Stored items
★ ★ ★ ★ ★ ★ ★

using ImpedanceScreen.Bench;
using ImpedanceScreen.Decisions;
using ImpedanceScreen.Estimation;
using ImpedanceScreen.Jobs;
using ImpedanceScreen.Planning;
using ImpedanceScreen.Recording;
using ImpedanceScreen.Reference;

namespace ImpedanceScreen.Tests.Estimation;

public sealed class DiagnosisTests
{
    private readonly SourceBench bench = new(11);

    [Fact]
    public void A_dead_output_is_no_source()
    {
        StateResult result = Evaluate(SourceBench.Job(), bench.Read(SourceBench.Job(), 0.001, 100));
        AssertFault(result, SourceFaultKind.NoSource, Decision.Fail, "no source");
    }

    [Fact]
    public void A_reversed_output_is_named_by_its_polarity()
    {
        StateResult result = Evaluate(SourceBench.Job(), bench.Read(SourceBench.Job(), -5, 100));
        AssertFault(result, SourceFaultKind.UnloadedOutsideWindow, Decision.Fail, "wrong polarity");
    }

    [Fact]
    public void A_weak_output_is_current_limited_with_its_knee()
    {
        StateJob job = SourceBench.Job();
        IReadOnlyList<LoadPointReadings> readings = bench.Read(
            job, ampere => 5 - (100 * ampere) - (2000 * Math.Max(0, ampere - 7e-3)));
        StateResult result = Evaluate(job, readings);
        AssertFault(result, SourceFaultKind.CurrentLimited, Decision.Fail, "below it at load L470");
        Assert.DoesNotContain(readings, read => read.Point.Load?.Name == "L220");
    }

    [Fact]
    public void A_resistance_that_falls_with_current_is_curved()
    {
        StateJob job = SourceBench.Job();
        StateResult result = Evaluate(
            job, bench.Read(job, ampere => 5 - (100 * ampere) + (800 * ampere * ampere)));
        AssertFault(result, SourceFaultKind.Curved, Decision.Fail, "curved");
    }

    [Fact]
    public void A_scattering_output_is_unstable()
    {
        StateJob job = SourceBench.Job();
        IReadOnlyList<LoadPointReadings> readings = Disturb(
            bench.Read(job, 5, 100), _ => true, (volt, i) => volt + (1e-4 * (i % 2)));
        AssertFault(Evaluate(job, readings), SourceFaultKind.Unstable, Decision.Fail, "unstable");
    }

    [Fact]
    public void An_output_that_stays_low_after_the_loads_did_not_come_back()
    {
        StateJob job = SourceBench.Job();
        IReadOnlyList<LoadPointReadings> readings = bench.Read(job, 5, 100);
        IReadOnlyList<LoadPointReadings> latched =
            [.. readings.SkipLast(1), Disturb([readings[^1]], _ => true, (volt, _) => volt - 0.01)[0]];
        AssertFault(Evaluate(job, latched), SourceFaultKind.NotRecovered, Decision.Fail, "did not come back");
    }

    [Fact]
    public void A_load_that_never_came_on_points_at_its_relay()
    {
        StateJob job = SourceBench.Job();
        Draw draw = Draw.From(job, new Random(2));
        draw.PathOhm[1] = double.PositiveInfinity;
        IReadOnlyList<LoadPointReadings> readings = bench.Read(job, ampere => 5 - (100 * ampere), draw);
        StateResult result = Evaluate(job, readings);
        AssertFault(result, SourceFaultKind.LoadNotProved, Decision.Undecided,
            "load relay L1000 did not close or joint open");
    }

    [Fact]
    public void No_load_at_all_points_at_the_selector()
    {
        StateJob job = SourceBench.Job();
        Draw draw = Draw.From(job, new Random(2));
        Array.Fill(draw.PathOhm, double.PositiveInfinity);
        StateResult result = Evaluate(job, bench.Read(job, ampere => 5 - (100 * ampere), draw));
        AssertFault(result, SourceFaultKind.LoadNotProved, Decision.Undecided, "selector relay");
    }

    [Fact]
    public void A_joint_that_is_open_behind_a_closed_contact_points_at_the_load()
    {
        StateJob job = SourceBench.Job(contact: true);
        Draw draw = Draw.From(job, new Random(2));
        draw.PathOhm[1] = double.PositiveInfinity;
        StateResult result = Evaluate(job, bench.Read(job, ampere => 5 - (100 * ampere), draw));
        AssertFault(result, SourceFaultKind.LoadNotProved, Decision.Undecided, "load L1000 changes nothing");
    }

    [Fact]
    public void No_change_at_all_behind_closed_contacts_is_no_perfect_source()
    {
        StateJob job = SourceBench.Job(contact: true);
        Draw draw = Draw.From(job, new Random(2));
        Array.Fill(draw.PathOhm, double.PositiveInfinity);
        StateResult result = Evaluate(job, bench.Read(job, ampere => 5 - (100 * ampere), draw));
        AssertFault(result, SourceFaultKind.LoadNotProved, Decision.Undecided, "though their contacts read closed");
    }

    [Theory]
    [InlineData(0.0)]
    [InlineData(5.5)]
    public void A_rail_that_is_not_as_stated_closes_no_load_and_points_at_the_rail(double railVolt)
    {
        StateJob job = SourceBench.Job(vth: 0.1, rth: 50, rail: 5, contact: true);
        Draw draw = Draw.From(job, new Random(2)) with { ReturnVolt = railVolt };
        IReadOnlyList<LoadPointReadings> readings = bench.Read(job, ampere => 0.1 - (50 * ampere), draw);
        Assert.Equal(Sensed.LoadReturn, Assert.Single(readings).Point.Sensed);
        AssertFault(Evaluate(job, readings), SourceFaultKind.LoadNotProved, Decision.Undecided, "is stated");
    }

    [Fact]
    public void A_contact_that_reads_open_points_at_the_relay()
    {
        StateJob job = SourceBench.Job(contact: true);
        IReadOnlyList<LoadPointReadings> readings =
            [.. bench.Read(job, 5, 100).Select((read, i) => i == 3 ? read with { ContactProved = false } : read)];
        StateResult result = Evaluate(job, readings);
        AssertFault(result, SourceFaultKind.LoadNotProved, Decision.Undecided, "its contact reads open");
    }

    [Fact]
    public void Overload_and_no_number_are_told_apart()
    {
        StateJob job = SourceBench.Job();
        MeterReading over = new("9.9E37", ReadingCondition.Overload, double.NaN, SourceBench.Start);
        MeterReading none = new("9.91E37", ReadingCondition.NotANumber, double.NaN, SourceBench.Start);
        AssertFault(
            Evaluate(job, [new(new LoadPoint(null), null, [over])]), SourceFaultKind.Overload, Decision.Fail,
                "overload");
        AssertFault(
            Evaluate(job, [new(new LoadPoint(null), null, [none])]), SourceFaultKind.NoNumber, Decision.Undecided,
                "no number");
    }

    [Fact]
    public void Alarms_on_good_boards_keep_to_their_stated_rate()
    {
        // 0.1 % for each of the four tests; their sum is an upper bound for a board.
        const int Boards = 3000;
        const double Rate = 4 * DiagnosticAlarm.BoardRate;
        StateJob job = SourceBench.Job();
        int alarms = Enumerable.Range(0, Boards).Count(_ => StateEvaluation.Evaluate(
            job, bench.Read(job, 5, 100), new(Draw.TemperatureDegC, Draw.TemperatureUncertaintyDegC), 1,
            SourceBench.Start).Fault is not null);

        // Upper 99.9 % point of a binomial by its normal approximation; and the tests must not be dead.
        Assert.InRange(alarms, 1, (Rate * Boards) + (3.09 * Math.Sqrt(Boards * Rate * (1 - Rate))));
    }

    private static IReadOnlyList<LoadPointReadings> Disturb(
        IReadOnlyList<LoadPointReadings> readings, Func<LoadPointReadings, bool> which,
        Func<double, int, double> change) =>
        [.. readings.Select(read => !which(read) ? read : read with
        {
            Readings = [.. read.Readings.Select((reading, i) => SourceBench.Valid(change(reading.Volt, i)))],
        })];

    private static StateResult Evaluate(StateJob job, IReadOnlyList<LoadPointReadings> readings) =>
        StateEvaluation.Evaluate(
            job, readings, new(Draw.TemperatureDegC, Draw.TemperatureUncertaintyDegC), 40, SourceBench.Start);

    private static void AssertFault(StateResult result, SourceFaultKind kind, Decision decision, string words)
    {
        Assert.NotNull(result.Fault);
        Assert.Equal(kind, result.Fault.Kind);
        Assert.Contains(words, result.Fault.Words, StringComparison.Ordinal);
        Assert.Equal(decision, result.Decision);
        Assert.Null(result.Estimate);
    }
}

★ ★ ★ ★ ★ ★ ★

Work item —
Up to and including the line with "namespace ImpedanceScreen.Tests.Estimation;", output each line of the entries above exactly, starting from the first.

Solution to this task —
using ImpedanceScreen.Bench;
using ImpedanceScreen.Decisions;
using ImpedanceScreen.Estimation;
using ImpedanceScreen.Jobs;
using ImpedanceScreen.Planning;
using ImpedanceScreen.Recording;
using ImpedanceScreen.Reference;

namespace ImpedanceScreen.Tests.Estimation;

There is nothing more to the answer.